Saí porta afora e voltei
para o hospital. Estava no quarto, eu, uma sobrinha de minha avó e mais uma
pessoa que não me lembro. Eu estava sentado em um banco bem junto ao leito,
abraçado nela. Meio que cochilei e me acordei com a fala da sobrinha: “o
coração da tia está parando de bater”. Comecei a chorar e abraçado em sua
barriga fui sentindo o coração de “vovolinha” lentamente parar. Como disse no
começo, fiquei sem chão.
Anos depois, em uma das
muitas sessões de terapia com o meu querido ex-psicólogo Dr. Fausto Lemos, eu
me percebi relatando que não apenas tinha caído em um abismo, mas que no fim da
queda eu me esborrachei em um chão de barro, aquele barro bem vermelho. Senti a
condição de nenhum outro horizonte que não apenas o chão duro de barro
vermelho. Dá para se imaginar o que significou esse sofrimento na minha pele...
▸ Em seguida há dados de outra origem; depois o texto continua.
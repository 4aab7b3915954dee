package loop

import "math"

// fold adds one batch value of statistic st of set i.
func (c *collector) fold(i, st int, x float64) {
	j := i*nStat + st
	c.statSum[j] += x
	c.statSumSq[j] += x * x
	c.statBatches[j]++
}

func (c *collector) foldHist(i int, hs *histStats, powMeanDBm float64, out, max, blk, errs int64) {
	if hs.n == 0 {
		return
	}
	c.fold(i, stSIRMean, hs.mean)
	c.fold(i, stSIRStd, hs.std)
	for q := range 5 {
		c.fold(i, stSIRQ+q, hs.q[q])
	}
	c.fold(i, stOutage, float64(out)/float64(hs.n))
	if blk > 0 {
		c.fold(i, stBLER, float64(errs)/float64(blk))
	}
	c.fold(i, stMaxFrac, float64(max)/float64(hs.n))
	c.fold(i, stPowMean, powMeanDBm)
}

// endBatch summarises the batch of every user, distance bin and the
// aggregate, folds the batch values into the running sums, merges the
// batch histograms into the cumulative ones and clears them.
func (c *collector) endBatch() {
	sh := c.shared
	n := c.users
	agg := c.sets - 1
	for i := range c.setBatchCounts {
		c.setBatchCounts[i] = 0
	}
	for i := range c.setPowSum {
		c.setPowSum[i] = 0
	}
	if c.fullScan {
		// The fast path did not track the used bins: find them.
		ss, ps := sh.sirLayout.size(), sh.powLayout.size()
		for u := 0; u < n; u++ {
			lo, hi := usedRange(c.sir.batch[u*c.sir.stride : u*c.sir.stride+ss])
			c.sir.lo[u], c.sir.hi[u] = int32(lo), int32(hi)
			lo, hi = usedRange(c.pow.batch[u*c.pow.stride : u*c.pow.stride+ps])
			c.pow.lo[u], c.pow.hi[u] = int32(lo), int32(hi)
		}
		c.fullScan = false
	}
	var hs histStats
	for u := 0; u < n; u++ {
		cnt := c.batchSlots[u]
		if cnt == 0 {
			continue
		}
		bin := sh.users[u].bin
		c.sir.mergeUser(u, bin, agg, cnt, &hs)
		var ps histStats
		c.pow.mergeUser(u, bin, agg, cnt, &ps)
		for q := range 5 {
			c.fold(u, stPowQ+q, ps.q[q])
		}
		c.foldHist(u, &hs, linToDB(c.batchPowSum[u]/float64(cnt)), c.batchOutage[u], c.batchAtMax[u], c.batchBlocks[u], c.batchBlockErrs[u])
		for _, s := range [2]int{bin, agg} {
			sb := c.setBatchCounts[s*5 : s*5+5]
			sb[0] += cnt
			sb[1] += c.batchOutage[u]
			sb[2] += c.batchAtMax[u]
			sb[3] += c.batchBlocks[u]
			sb[4] += c.batchBlockErrs[u]
			c.setPowSum[s] += c.batchPowSum[u]
		}
		c.cumSlots[u] += cnt
		c.cumOutage[u] += c.batchOutage[u]
		c.cumAtMax[u] += c.batchAtMax[u]
		c.cumBlocks[u] += c.batchBlocks[u]
		c.cumBlockErrs[u] += c.batchBlockErrs[u]
		c.cumPowSum[u] += c.batchPowSum[u]
		c.batchSlots[u], c.batchOutage[u], c.batchAtMax[u], c.batchBlocks[u], c.batchBlockErrs[u], c.batchPowSum[u] = 0, 0, 0, 0, 0, 0
	}
	for s := 0; s < c.sets; s++ {
		sb := c.setBatchCounts[s*5 : s*5+5]
		if sb[0] == 0 {
			continue
		}
		c.sir.mergeSet(s, sb[0], &hs)
		var ps histStats
		c.pow.mergeSet(s, sb[0], &ps)
		i := n + s
		for q := range 5 {
			c.fold(i, stPowQ+q, ps.q[q])
		}
		c.foldHist(i, &hs, linToDB(c.setPowSum[s]/float64(sb[0])), sb[1], sb[2], sb[3], sb[4])
	}
	if c.riseSlots > 0 {
		scanMerge(sh.riseLayout, c.riseBatch, c.riseCum, nil, nil, c.riseLo, c.riseHi, uint64(c.riseSlots), &hs)
		c.riseLoCum, c.riseHiCum = min(c.riseLoCum, c.riseLo), max(c.riseHiCum, c.riseHi)
		c.riseLo, c.riseHi = math.MaxInt, -1
		c.riseBatchSum[0] += hs.mean
		c.riseBatchSumSq[0] += hs.mean * hs.mean
		c.riseBatchSum[1] += hs.q[3]
		c.riseBatchSumSq[1] += hs.q[3] * hs.q[3]
		c.riseBatches++
		c.riseSlotsCum += c.riseSlots
		c.riseSlots = 0
	}
}

// scanMerge summarises a batch histogram over [lo, hi] (scanStats, the
// one histogram scan), adds every count to cum and to the set histograms
// setA and setB (either may be nil), and clears the batch.
func scanMerge[T uint32 | uint64](l *histLayout, batch, cum []T, setA, setB []uint64, lo, hi int, n uint64, out *histStats) {
	scanStats(l, batch, lo, hi, n, quantileSpec[:], out, func(j int, cj T) {
		batch[j] = 0
		cum[j] += cj
		if setA != nil {
			setA[j] += uint64(cj)
		}
		if setB != nil {
			setB[j] += uint64(cj)
		}
	})
}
Foram meses de muita dor. De lágrimas incontidas em dias de torpor existencial.
O maior sofrimento da vida.
Esse momento vivido há
14 anos tornou-se o meu paradigma para o que é sofrer e sentir dor. Em palavras
terapêuticas, o meu mito de (re)fundação existencial. Acho que talvez por isso
o meu imaginário referiu-se ao chão de barro, metáfora perfeita para a
possibilidade de re-modelagem. A mistura da dor com a sensação de estar perdido
é algo deveras difícil no horizonte do sentido. Enfim, ao se tornar o meu
referencial de sofrimento, a perda da minha avó só vem à tona nos momentos mais
difíceis. E sempre reverbera um ensinamento em meu coração: só a morte encerra,
em definitivo, as nossas possibilidades. No mais, como diria um amigo poeta,
vida é fortuna, fado e circunstância.
Jayme C.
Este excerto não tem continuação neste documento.